O ścianie G-4 w kopalni Zofiówka górnicy mówią niczym o jakiejś piękności - z ogromnym podziwem i nie mniejszym respektem. Ta jastrzębska "miss" ma 200 m długości i 535 m wybiegu, a miąższość pokładu dochodzi do 5,3 m.
- Ściana jest bardzo ładna, furta wysoka, a węgiel piękny, czysty, bez przerostów - mnoży jej zalety Radosław Wójtowicz, kierownik oddziału G3Z, ale od razu dodaje: - Trzeba jednak stale pamiętać o zagrożeniach, jakie na niej występują. Są wszystkie: metanowe, wodne, tąpania, wyrzuty gazów i skał.

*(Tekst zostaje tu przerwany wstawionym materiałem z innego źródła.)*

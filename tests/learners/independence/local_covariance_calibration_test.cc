// Calibration and power of the local covariance test (event-local-covariance,
// supremum statistic; and its end-point variant) next to the Hawkes
// likelihood-ratio test with its default chi-bar-squared reference.
//
// Nulls (b locally independent of a given C in the truth: b is mu-separated
// from a given C in the latent projection):
//   * specified: a -> c -> b, b given {b, c}, kernel decay 2 on the rate grid
//     {0.5, 2, 8}: b's intensity given {b, c} is a linear Hawkes intensity of
//     the test's basis;
//   * omitted parent (the demo truth of configs/demo.yaml with fixed
//     parameters: weights 0.6, loops 0.55, slow and fast kernels): flow_alert given {flow_alert, valve_alarm}, source
//     operator_log; flow_alert's parent pressure_alert is left out of C and
//     two drivers are hidden, so flow_alert's intensity given C is not a
//     linear Hawkes intensity, and operator_log (a child of flow_alert) is a
//     noisy copy of flow_alert's past; default rate grid, as in studies;
//   * hidden process: a -> c -> h -> b with h hidden, b given {b, c}.
// Windows 1,000, 4,000 and 16,000.
//
// Bands (the rule): each rejection count is compared with the central
// interval of the exact Binomial(n, level) distribution (BinomialInterval,
// Boost.Math) of coverage 1 - 0.01 / kChecks, kChecks = the number of such
// interval checks in this file (Bonferroni: the file fails by chance with
// probability below 1%). On the nulls with an omitted parent or a hidden
// process only the upper end is asserted, and only for the local covariance
// test; the likelihood-ratio counts are printed (the LR over-rejects there:
// that is what the local covariance test is for). The printed 95%
// Clopper-Pearson upper bounds are the measured targets.
//
// Seeds: 7 was used while developing (results in docs/tests.md); the seeds
// below were run once, after the code was fixed.
#include <cstdio>
#include <utility>
#include <vector>

#include <doctest/doctest.h>

#include "base/random_stream.h"
#include "graph/dmg.h"
#include "learners/independence/hawkes_lr_test.h"
#include "learners/independence/local_covariance_test.h"
#include "sim/hawkes_model.h"
#include "sim/hawkes_simulator.h"
#include "tests/learners/independence/calibration_checks.h"

namespace locind::learners {
namespace {

enum class Setting { kSpecified, kOmittedParent, kHidden, kAlternative };

// Interval checks in this file (see the rule above).
constexpr int kChecks = 24;
constexpr double kCoverage = 1 - 0.01 / kChecks;

// Observed order puts the source first and the target last.
graph::TruthGraph Truth(Setting s) {
  switch (s) {
    case Setting::kSpecified: {
      graph::Dmg g({"a", "c", "b"});
      g.AddDirected(0, 1);
      g.AddDirected(1, 2);
      for (int v = 0; v < 3; ++v) g.AddDirected(v, v);
      return {g, {}};
    }
    case Setting::kOmittedParent: {
      // configs/demo.yaml: observed first, hidden power_dip and maintenance last.
      graph::Dmg g({"pump_alarm", "pressure_alert", "flow_alert", "valve_alarm", "operator_log",
                    "power_dip", "maintenance"});
      g.AddDirected(0, 1);
      g.AddDirected(1, 2);
      g.AddDirected(3, 2);
      g.AddDirected(2, 4);
      g.AddDirected(5, 0);
      g.AddDirected(5, 1);
      g.AddDirected(6, 3);
      g.AddDirected(6, 4);
      for (int v : {0, 2, 4, 5}) g.AddDirected(v, v);
      return {g, {5, 6}};
    }
    case Setting::kHidden: {
      graph::Dmg g({"a", "c", "h", "b"});
      g.AddDirected(0, 1);
      g.AddDirected(1, 2);
      g.AddDirected(2, 3);
      for (int v = 0; v < 4; ++v) g.AddDirected(v, v);
      return {g, {2}};
    }
    case Setting::kAlternative:
      break;
  }
  graph::Dmg g({"a", "c", "b"});
  g.AddDirected(0, 1);
  g.AddDirected(1, 2);
  g.AddDirected(0, 2);
  for (int v = 0; v < 3; ++v) g.AddDirected(v, v);
  return {g, {}};
}

TestQuery Query(Setting s) {
  if (s == Setting::kOmittedParent) return {2, {4}, {2, 3}};  // pressure_alert (1) omitted
  return {2, {0}, {1, 2}};
}

// p-values per test: 0 LR chi-bar-squared (the default), 1 local covariance
// (supremum), 2 local covariance (end point).
constexpr int kTests = 3;
const char* kTestNames[kTests] = {"hawkes-lr", "local-cov sup", "local-cov end"};

std::vector<std::vector<double>> Run(Setting s, double horizon, int replicates, uint64_t seed) {
  const graph::TruthGraph truth = Truth(s);
  sim::HawkesModel model =
      s == Setting::kOmittedParent ? sim::ExponentialHawkes(truth, 0.3, 0.6, 3.0, 0.55)
      : s == Setting::kAlternative ? sim::ExponentialHawkes(truth, 0.5, 0.1, 2.0, 0.2)
                                   : sim::ExponentialHawkes(truth, 0.5, 0.3, 2.0, 0.2);
  if (s == Setting::kOmittedParent) {
    // Slow kernels (decay 0.5) out of the hidden drivers and on the omitted
    // parent's edge, fast ones (decay 3) elsewhere: time scales a factor 6
    // apart, as the demo's decays in [1, 3] and more. Spectral radius 0.55
    // (the loops; the rest is acyclic).
    for (sim::EdgeKernel& e : model.kernels) {
      if (e.from >= 5 || (e.from == 1 && e.to == 2)) e.kernel.terms[0].decay = 0.5;
    }
  }
  sim::HawkesRunOptions o;
  o.horizon = horizon;
  o.burn_in = 50;
  std::vector<std::vector<double>> p(kTests);
  for (int r = 0; r < replicates; ++r) {
    base::RandomStream random(base::StreamKey{seed, uint64_t(s), uint64_t(r), uint64_t(horizon)});
    sim::EventData d = sim::SimulateHawkes(model, o, random).value();
    std::vector<double> rates = {0.5, 2.0, 8.0};
    if (s == Setting::kOmittedParent) rates = DefaultHawkesRates(d);
    auto features =
        std::make_shared<HawkesFeatures>(HawkesFeatures::Create(std::move(d), rates).value());
    HawkesLrTest lr(features, {.chi_bar_draws = 2000, .seed = seed});
    LocalCovarianceTest sup(features);
    LocalCovarianceTest end(features, {.statistic = LocalCovarianceStatistic::kEndPoint});
    IndependenceTest* tests[kTests] = {&lr, &sup, &end};
    for (int v = 0; v < kTests; ++v) {
      const TestResult t = tests[v]->Run(Query(s));
      REQUIRE(t.status == TestStatus::kOk);
      p[v].push_back(t.p_value);
    }
  }
  return p;
}

void Report(const char* name, double horizon, const std::vector<std::vector<double>>& p) {
  for (int v = 0; v < kTests; ++v) {
    const int n = int(p[v].size()), k5 = CountBelow(p[v], 0.05), k1 = CountBelow(p[v], 0.01);
    std::printf("%s T=%g %s: at 0.05 %d / %d (95%% upper %.3f), at 0.01 %d (95%% upper %.3f)\n",
                name, horizon, kTestNames[v], k5, n, ClopperPearsonUpper(k5, n, 0.95), k1,
                ClopperPearsonUpper(k1, n, 0.95));
  }
  std::fflush(stdout);
}

// Both levels inside the interval (two interval checks per call).
void CheckHolds(const std::vector<double>& p) {
  for (double level : {0.05, 0.01}) {
    const auto [lo, hi] = BinomialInterval(int(p.size()), level, kCoverage);
    CHECK(CountBelow(p, level) >= lo);
    CHECK(CountBelow(p, level) <= hi);
  }
}

// Only the upper end at both levels (two checks per call).
void CheckNotAbove(const std::vector<double>& p) {
  for (double level : {0.05, 0.01}) {
    CHECK(CountBelow(p, level) <= BinomialInterval(int(p.size()), level, kCoverage).second);
  }
}

constexpr uint64_t kSeed = 2026;

}  // namespace

// Specified nulls: hawkes-lr and the local covariance test hold the level
// (4 interval checks per window: 12).
TEST_CASE("specified null: hawkes-lr and the local covariance test hold the level") {
  for (const auto& [horizon, reps] : {std::pair{1000.0, 200}, {4000.0, 80}, {16000.0, 25}}) {
    const auto p = Run(Setting::kSpecified, horizon, reps, kSeed);
    Report("specified", horizon, p);
    CheckHolds(p[0]);
    CheckHolds(p[1]);
  }
}

// Omitted parent and hidden drivers (demo truth): 2 upper-end checks per
// window (6).
TEST_CASE("omitted parent and hidden drivers: the local covariance test stays below the band") {
  for (const auto& [horizon, reps] : {std::pair{1000.0, 100}, {4000.0, 50}, {16000.0, 25}}) {
    const auto p = Run(Setting::kOmittedParent, horizon, reps, kSeed);
    Report("omitted parent (demo)", horizon, p);
    CheckNotAbove(p[1]);
  }
}

// Hidden mediator: 2 upper-end checks per window (6).
TEST_CASE("hidden mediator: the local covariance test stays below the band") {
  for (const auto& [horizon, reps] : {std::pair{1000.0, 100}, {4000.0, 50}, {16000.0, 25}}) {
    const auto p = Run(Setting::kHidden, horizon, reps, kSeed);
    Report("hidden mediator", horizon, p);
    CheckNotAbove(p[1]);
  }
}

// The development run (seed 7; skipped unless run with --no-skip).
TEST_CASE("development run on the tuning seed" * doctest::skip()) {
  for (Setting s : {Setting::kSpecified, Setting::kOmittedParent, Setting::kHidden}) {
    for (const auto& [horizon, reps] : {std::pair{1000.0, 100}, {4000.0, 50}, {16000.0, 20}}) {
      if (s != Setting::kOmittedParent && horizon < 16000) continue;
      Report(s == Setting::kSpecified ? "dev specified" : s == Setting::kHidden ? "dev hidden" : "dev omitted",
             horizon, Run(s, horizon, reps, 7));
    }
  }
}

// Power on a fixed alternative (a -> b directly, weight 0.1, besides
// a -> c -> b), window 2,000; the counts are compared, not banded.
TEST_CASE("power on a fixed alternative, next to hawkes-lr") {
  const auto p = Run(Setting::kAlternative, 2000, 60, kSeed);
  Report("alternative a -> b w=0.1", 2000, p);
  // Regression floor (measured, not from a source): both tests find the
  // effect in most replicates.
  CHECK(CountBelow(p[0], 0.05) >= 30);
  CHECK(CountBelow(p[1], 0.05) >= 20);
}

}  // namespace locind::learners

Wójtowicz pracuje w Zofiówce od 6 lat, wcześniej fedrował w katowickim Wujku. To jest jego 8. ściana.
- Takiej ściany jeszcze nie miałem, nic tylko jechać - zachwyca się dalej Wójtowicz, kierujący eksploatacją ściany G-4, wyjątkowej nie tylko w Zofiówce, ale w całym polskim górnictwie. Ta wyjątkowość wynika z miąższości pokładu 412łg, sięgającej od 3,3 do 5,3 m, oraz z zastosowanego kompleksu ścianowego. Jest to swoisty gigant. Kombajn ścianowy KSW-1140EZ ma zakres urabiania do 5,27 m. Cały kompleks został zaprojektowany i wykonany przez należącą do Grupy Kopex Fabrykę Maszyn i Urządzeń Tagor pod - można rzec - wymiar Zofiówki. Podobno nie ma większego w polskim górnictwie.
Do tej pory posiadane przez kopalnię wyposażenie ścian umożliwia eksploatację pokładów wyłącznie o miąższości do 3,6 m.
- Dotychczas taka ściana była eksploatowana na warstwy - tłumaczy Czesław Kubaczka, dyrektor kopalni Borynia-Zofiówka. - Wpierw wybierało się górną warstwę, zroby wypełniało się specjalnym substratem, a gdy on się związał, wchodziło się ponownie w ten rejon i wybierało dolną warstwę. To jest metoda bardzo kosztowna i obarczona większym ryzykiem niż normalna eksploatacja.
Z kolei pozostawienie niewybranego węgla w zrobach grozi jego zagrzaniem i pożarem. Nie wspominając o jego bezpowrotnej utracie. Dyrektor Kubaczka kładzie nacisk z jednej strony na aspekt bezpieczeństwa, a z drugiej podkreśla walor ekonomiczny. Nowy kompleks ścianowy pozwoli na wydobycie 505 tys. t wysokiej jakości węgla koksowego, czyli o ponad 55 tys. t więcej niż w przypadku zastosowania tradycyjnego kompleksu.
- Jesteśmy w rejonie wentylacyjnym ściany G-4. Z tego miejsca odbywa się transport do oddalonej o jakieś półtora kilometra ściany - wyjaśnia Janusz Tomica, pełnomocnik dyrektora ds. zintegrowanego systemu zarządzania. Prowadzi on, wraz ze swoim zastępcą Andrzejem Jurasikiem, reporterów Trybuny Górniczej do oddanej dzień wcześniej ściany
G-4. Jest 2 grudnia 2011 r. U góry świętują Barbórkę. W Zofiówce zarzekają się, że uruchomienie ściany w przeddzień górniczego święta to czysty przypadek. Tak wyszło z przyjętego harmonogramu.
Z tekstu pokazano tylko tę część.